«A República de Angola defende a elaboração de um vocabulário ortográfico nacional e a retificação de determinadas bases técnico-científicas, para validar o Acordo Ortográfico no âmbito da Comunidade de Países de Língua Portuguesa», anunciou em Luanda a representante de Angola na Comissão Científica do Instituto Internacional da Língua Portuguesa (IILP), Ana Paula Henriques.
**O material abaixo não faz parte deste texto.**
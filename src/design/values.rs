//! The whole design as plain values. No algorithm lives here.

use std::sync::Arc;

use crate::base::{Finding, Level};
use crate::codes::values::Coded;
use crate::gates::values::Cost;
use crate::logic::values::Equations;
use crate::merge::values::Merged;
use crate::project::choices::{Form, Method, Shape};
use crate::proof::values::{Proof, Races};
use crate::spec::values::Spec;

/// Everything that was derived from a project. A stage that could not run is `None`; the findings say why.
#[derive(Debug, Clone, Default)]
pub struct Design {
    /// All findings, in the order of the stages.
    pub findings: Vec<Finding>,
    /// The checked specification.
    pub spec: Option<Arc<Spec>>,
    /// Merging.
    pub merged: Option<Arc<Merged>>,
    /// Codes.
    pub coded: Option<Arc<Coded>>,
    /// What the race check says of the codes.
    pub races: Option<Arc<Races>>,
    /// Equations.
    pub equations: Option<Arc<Equations>>,
    /// Cost of the equations in gates.
    pub cost: Option<Cost>,
    /// The proof.
    pub proof: Option<Arc<Proof>>,
}

impl Design {
    /// Whether there is a finding of level error.
    pub fn has_error(&self) -> bool {
        self.findings.iter().any(|f| f.level == Level::Error)
    }

    /// Whether everything was derived without an error or a clash and the proof holds: exit code 0 of `derive`.
    pub fn proved(&self) -> bool {
        !self.has_error()
            && self.races.as_ref().is_some_and(|r| r.critical.is_empty())
            && self.equations.as_ref().is_some_and(|e| e.clashes.is_empty())
            && self.proof.as_ref().is_some_and(|p| p.holds())
    }
}

/// A design of the same project with other choices, for comparing.
#[derive(Debug, Clone)]
pub struct Alternative {
    /// The assignment method.
    pub method: Method,
    /// Form of the excitation.
    pub form: Form,
    /// Shape of every function.
    pub shape: Shape,
    /// What came of it.
    pub design: Design,
}
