//! Reads a project file, or says in one line why not.

use std::fs::{self, File};
use std::io::Read;
use std::path::Path;

use stillgate::handoff::plain;
use stillgate::project::{self, Project, limits};

/// The project in a file. `Err` is a line that begins with the file's name.
pub fn open(path: &Path) -> Result<Project, String> {
    let name = plain(&path.display().to_string());
    let bytes = bytes(path).map_err(|what| format!("{name}: {what}"))?;
    project::read(&bytes).map_err(|e| format!("{name}:{}:{}: {}", e.line, e.column, plain(&e.text)))
}

fn bytes(path: &Path) -> Result<Vec<u8>, String> {
    let refused = |e: std::io::Error| match e.kind() {
        std::io::ErrorKind::NotFound => "there is no such file".to_owned(),
        std::io::ErrorKind::PermissionDenied => "reading it is not permitted".to_owned(),
        _ => format!("cannot be read: {}", plain(&e.to_string())),
    };
    let metadata = fs::metadata(path).map_err(refused)?;
    if metadata.is_dir() {
        return Err("is a directory, not a project file".to_owned());
    }
    let too_large = || format!("is too large: a project file has at most {} MiB", limits::FILE_BYTES >> 20);
    let limit = limits::FILE_BYTES as u64;
    if metadata.len() > limit {
        return Err(too_large());
    }
    // A pipe has no length, and a file can grow: what is read is bounded too.
    let mut bytes = Vec::new();
    File::open(path).and_then(|f| f.take(limit + 1).read_to_end(&mut bytes)).map_err(refused)?;
    if bytes.len() as u64 > limit { Err(too_large()) } else { Ok(bytes) }
}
A notícia, veiculada no blogue do Instituto Internacional da Língua Portuguesa – e que fica disponível também na rubrica Acordo Ortográfico – clarifica de algum modo a posição de Angola, renitente até aqui, quanto à adoção do Acordo Ortográfico. Ao mesmo tempo, os seus responsáveis reiteram a vontade de elaborarem também o seu vocabulário ortográfico, de cujos trabalhos têm estado alheados, no contexto do Vocabulário Ortográfico Comum da Língua Portuguesa.
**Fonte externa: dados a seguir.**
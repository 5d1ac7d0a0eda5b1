//! What the command line accepts, and what it says about itself.

use std::ffi::OsString;
use std::path::PathBuf;
use std::time::Duration;

use stillgate::handoff::{Notation, plain};
use stillgate::project::{Choices, Form, Method, OutputStyle, Shape};

/// Shown for `--help`.
pub const HELP: &str = "\
stillgate derives asynchronous controllers: from a flow table to proved, hazard-free equations.

  stillgate [FILE]                   the window, on FILE or on a sample
  stillgate check FILE               what is wrong with the table, and what it leaves open
  stillgate derive FILE [options]    the whole design as text
  stillgate compare FILE [options]   every method, form and shape side by side

FILE is a project file in RON. Without options its own choices hold.

  --json              derive: print the record (JSON) instead of text
  --codes METHOD      derive: adjacency, shared-row, single-step, one-hot or multiple-row
  --form FORM         derive: feedback, set-reset or c-element
  --shape SHAPE       derive: sum-of-products or product-of-sums
  --outputs WHOSE     derive, compare: per-cell or per-row
  --covers N          derive: list up to N smallest closed covers
  --notation NAME     derive: equations in textbook, ieee1364 or ieee1076 notation
  --budget SECONDS    derive, compare: stop searching after so many seconds in all
  --help, --version

Without --budget each search has a fixed number of steps, and the same file gives the same result
everywhere. Ctrl-C ends the searches and prints the best so far; a second one ends the program.

Exit: 0 derived, and the proof holds; 1 an error in the design, or it cannot be derived;
2 wrong usage, or a file that cannot be read. Findings go to standard error.
";

/// What to do.
#[derive(Debug, PartialEq)]
pub enum Request {
    /// Open the window, on this file or on a sample.
    Window(Option<PathBuf>),
    /// Print this text and end well.
    Print(&'static str),
    /// Findings of a file.
    Check(PathBuf),
    /// A design.
    Derive(PathBuf, Options),
    /// All alternatives.
    Compare(PathBuf, Options),
}

/// Options of a command; what is not given is as the project says.
#[derive(Debug, Default, PartialEq)]
pub struct Options {
    /// Print the record.
    pub json: bool,
    /// Assignment method.
    pub codes: Option<Method>,
    /// Form of the excitation.
    pub form: Option<Form>,
    /// Shape of the functions.
    pub shape: Option<Shape>,
    /// Whose the outputs are.
    pub outputs: Option<OutputStyle>,
    /// Number of smallest covers to list.
    pub covers: Option<usize>,
    /// Notation of equations.
    pub notation: Notation,
    /// Time for all searches together.
    pub budget: Option<Duration>,
}

impl Options {
    /// Puts what is given in the place of the project's own choices.
    pub fn apply(&self, choices: &mut Choices) {
        if let Some(method) = &self.codes {
            choices.codes.method = method.clone();
        }
        choices.logic.form = self.form.unwrap_or(choices.logic.form);
        choices.logic.shape = self.shape.unwrap_or(choices.logic.shape);
        choices.merging.outputs = self.outputs.unwrap_or(choices.merging.outputs);
    }
}

/// Longest time that `--budget` takes, in seconds: a year.
const LONGEST: f64 = 366.0 * 24.0 * 3600.0;
/// Most covers that `--covers` takes.
const MOST_COVERS: usize = 1000;

/// Reads the arguments after the program's name. `Err` is what is wrong, in one line.
pub fn read(arguments: Vec<OsString>) -> Result<Request, String> {
    let mut words = Words(arguments.into_iter());
    let Some(first) = words.0.next() else {
        return Ok(Request::Window(None));
    };
    let command = match first.to_str() {
        Some("--help" | "-h" | "help") => return Ok(Request::Print(HELP)),
        Some("--version" | "-V") => return Ok(Request::Print(VERSION)),
        Some(command @ ("check" | "derive" | "compare")) => command.to_owned(),
        Some("export") => return Err(NO_EXPORT.to_owned()),
        Some(option) if option.starts_with('-') => return Err(unknown("option", option)),
        Some(word) if !word.contains(['.', '/', '\\']) => return Err(unknown("command", word)),
        _ => return window(first, words),
    };
    let mut options = Options::default();
    let mut file: Option<PathBuf> = None;
    let mut only_files = false;
    while let Some(word) = words.0.next() {
        match word.to_str() {
            Some("--") if !only_files => only_files = true,
            Some("--help" | "-h") if !only_files => return Ok(Request::Print(HELP)),
            Some("--version" | "-V") if !only_files => return Ok(Request::Print(VERSION)),
            Some(option) if option.starts_with('-') && option != "-" && !only_files => {
                words.option(&command, option, &mut options)?;
            }
            _ if file.is_none() => file = Some(word.into()),
            _ => {
                let extra = plain(&word.to_string_lossy());
                return Err(format!("one file at a time: {extra} is one too many"));
            }
        }
    }
    let file = file.ok_or_else(|| format!("{command} needs a project file: stillgate {command} FILE"))?;
    Ok(match command.as_str() {
        "check" => Request::Check(file),
        "derive" => Request::Derive(file, options),
        _ => Request::Compare(file, options),
    })
}

/// Shown for `--version`.
const VERSION: &str = concat!("stillgate ", env!("CARGO_PKG_VERSION"), "\n");

const NO_EXPORT: &str =
    "this build cannot export yet; derive FILE prints the design, derive FILE --json the record";

fn window(file: OsString, mut words: Words) -> Result<Request, String> {
    match words.0.next() {
        None => Ok(Request::Window(Some(file.into()))),
        Some(extra) => {
            let extra = plain(&extra.to_string_lossy());
            Err(format!(
                "{extra} is one too many: the window opens on one file, the batch commands come first"
            ))
        }
    }
}

fn unknown(kind: &str, word: &str) -> String {
    format!("unknown {kind} {}; --help lists what there is", plain(word))
}

struct Words(std::vec::IntoIter<OsString>);

impl Words {
    /// Reads one option, as `--name VALUE` or `--name=VALUE`.
    fn option(&mut self, command: &str, text: &str, options: &mut Options) -> Result<(), String> {
        let (name, mut given) = match text.split_once('=') {
            Some((name, value)) => (name, Some(value.to_owned())),
            None => (text, None),
        };
        let allowed: &[&str] = match command {
            "derive" => {
                &["--json", "--codes", "--form", "--shape", "--outputs", "--covers", "--notation", "--budget"]
            }
            "compare" => &["--outputs", "--budget"],
            _ => &[],
        };
        if !allowed.contains(&name) {
            return Err(match Self::known(name) {
                true => format!("{command} takes no {name}; --help lists what there is"),
                false => unknown("option", name),
            });
        }
        let mut value = || match given.take() {
            Some(value) => Ok(value),
            None => match self.0.next().map(OsString::into_string) {
                Some(Ok(value)) => Ok(value),
                Some(Err(_)) => Err(format!("the value of {name} is not readable text")),
                None => Err(format!("{name} needs a value")),
            },
        };
        match name {
            "--codes" => {
                let all = Method::ALL.map(|m| (dashed(m.word()), m));
                options.codes = Some(one_of(name, &value()?, &all)?);
            }
            "--form" => {
                let all = Form::ALL.map(|f| (dashed(f.word()), f));
                options.form = Some(one_of(name, &value()?, &all)?);
            }
            "--shape" => {
                let all = Shape::ALL.map(|s| (dashed(s.word()), s));
                options.shape = Some(one_of(name, &value()?, &all)?);
            }
            "--outputs" => {
                let all = [("per-cell", OutputStyle::PerCell), ("per-row", OutputStyle::PerRow)];
                let all = all.map(|(word, style)| (word.to_owned(), style));
                options.outputs = Some(one_of(name, &value()?, &all)?);
            }
            "--notation" => {
                let all = Notation::ALL.map(|n| (n.word().to_owned(), n));
                options.notation = one_of(name, &value()?, &all)?;
            }
            "--covers" => {
                let text = value()?;
                let number = text.parse().ok().filter(|n| (1..=MOST_COVERS).contains(n));
                let wrong =
                    || format!("--covers takes a number from 1 to {MOST_COVERS}, not {}", plain(&text));
                options.covers = Some(number.ok_or_else(wrong)?);
            }
            "--budget" => {
                let text = value()?;
                let seconds: Option<f64> = text.parse().ok().filter(|s| (0.0..=LONGEST).contains(s));
                let wrong = || format!("--budget takes seconds from 0 to {LONGEST}, not {}", plain(&text));
                options.budget = Some(Duration::from_secs_f64(seconds.ok_or_else(wrong)?));
            }
            _ => options.json = true,
        }
        match given {
            Some(_) if name == "--json" => Err("--json takes no value".to_owned()),
            _ => Ok(()),
        }
    }

    fn known(name: &str) -> bool {
        HELP.lines().any(|line| line.split_whitespace().next() == Some(name))
    }
}

/// A word of the record as a word of the command line.
fn dashed(word: &str) -> String {
    word.replace('_', "-")
}

fn one_of<T: Clone>(option: &str, word: &str, all: &[(String, T)]) -> Result<T, String> {
    all.iter().find(|(name, _)| name == word).map(|(_, value)| value.clone()).ok_or_else(|| {
        let names: Vec<&str> = all.iter().map(|(name, _)| name.as_str()).collect();
        format!("{option} takes one of {}, not {}", names.join(", "), plain(word))
    })
}

#[cfg(test)]
mod tests {
    use super::*;

    fn given(words: &[&str]) -> Result<Request, String> {
        read(words.iter().map(OsString::from).collect())
    }

    #[test]
    fn commands_and_options() {
        assert_eq!(given(&["check", "a.ron"]), Ok(Request::Check("a.ron".into())));
        assert_eq!(given(&[]), Ok(Request::Window(None)));
        assert_eq!(given(&["a.ron"]), Ok(Request::Window(Some("a.ron".into()))));
        let Ok(Request::Derive(file, options)) = given(&[
            "derive",
            "--codes=one-hot",
            "a.ron",
            "--form",
            "c-element",
            "--json",
            "--budget",
            "0.5",
        ]) else {
            panic!("not read");
        };
        assert_eq!(file, PathBuf::from("a.ron"));
        assert_eq!(options.codes, Some(Method::OneHot));
        assert_eq!(options.form, Some(Form::CElement));
        assert_eq!(options.budget, Some(Duration::from_millis(500)));
        assert!(options.json && options.shape.is_none());
        assert_eq!(given(&["check", "--", "--json"]), Ok(Request::Check("--json".into())));
    }

    #[test]
    fn what_is_wrong_is_said() {
        for (words, part) in [
            (&["a.ron", "derive"][..], "one too many"),
            (&["export", "a.ron"], "cannot export yet"),
            (&["draw"], "unknown command draw"),
            (&["--fast"], "unknown option --fast"),
            (&["derive"], "needs a project file"),
            (&["derive", "a", "b"], "one too many"),
            (&["derive", "a", "--codes"], "needs a value"),
            (&["derive", "a", "--codes", "gray"], "adjacency, shared-row"),
            (&["derive", "a", "--json=1"], "takes no value"),
            (&["derive", "a", "--budget", "-1"], "seconds"),
            (&["derive", "a", "--budget", "nan"], "seconds"),
            (&["derive", "a", "--covers", "0"], "from 1"),
            (&["check", "a", "--json"], "takes no --json"),
            (&["check", "a", "--what"], "unknown option"),
        ] {
            match given(words) {
                Err(text) => assert!(text.contains(part) && !text.contains('\n'), "{words:?}: {text}"),
                Ok(request) => panic!("{words:?} was read as {request:?}"),
            }
        }
    }
}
[Ver, ainda: Angola favorável ao Acordo Ortográfico, mas com melhorias + Angola propõe rectificações para aderir ao Acordo Ortográfico]
Pode um uso, tido como incorreto, enraizar-se de tal modo, que os juízos em seu detrimento têm de ser revistos? Claro que sim, pelo menos, tendo em conta um exemplo que vem de Espanha. Apesar de a expressão castelhana «crisis humanitaria» (ou seja, «crise "humanitária"», já aqui muito criticada) não ter aprovação geral no país vizinho, a verdade é que a Fundación del Español Urgente (Fundéu) – entidade dinamizada pela agência Efe, que conta o apoio do BBVA e a assessoria da Real Academia Espanhola, promove o bom uso linguístico nos meios de comunicação de expressão castelhana – emitiu uma recomendação em que considera válida a associação de humanitario a substantivos como crisis (crise), catástrofe, desastre ou drama, em referência a uma situação que pressupunha a intervenção de organizações humanitárias: «En principio, la palabra humanitario significa ‘bondadoso y caritativo’ y ‘que busca el bien de todos los seres humanos’ y resulta un contrasentido en el contexto de un suceso que hay que lamentar, pero el giro puede considerarse una extensión válida por la falta de una expresión clara y concisa en español que aluda a este tipo de situaciones, generalmente asociadas a desastres naturales, conflictos o violencia generalizada y desplazamientos de población». Admitindo que «crise "humanitária"» configura um contrassenso – em espanhol, tal como em português, o adjetivo humanitário tem o mesmo sentido de «em prol da humanidade» – a Fundéu considera, porém, que se trata de uma extensão do emprego do adjetivo, a qual permite obviar à falta de uma fórmula mais económica. Além disso, acrescenta-se no referido parecer, trata-se de um uso consolidado no direito internacional humanitário.*
Os argumentos encontrados para o caso espanhol facilmente se transpõem para o português. Contudo, recorde-se que mesmo em inglês, língua em que humanitarian passou a andar associada a palavras de conotação negativa, nem sempre se considera que a nova aceção é marca de bom estilo. Teremos, mesmo assim, de habituar-nos à ideia de uma crise ser, afinal, humanitária? Fica aberta a discussão, mas, entretanto, voltamos a deixar as ligações às respostas e aos artigos que já dedicamos a este tema – unânimes a condenar tal uso:
HUMANITÁRIO; O inapropriado uso do adjectivo humanitário; Porque é incorreta a expressão «crise humanitária»?; Humanitário ≠ humano; Humanitário?; Errar também será "humanitário"?; Errar é humanitário?...; Como é que uma tragédia pode ser "humanitária"!?; Quando é que um drama pode ser "humanitário"?!; Caos "humanitário"?!; Humanitário e humano; A desumanidade e o humanitarismo.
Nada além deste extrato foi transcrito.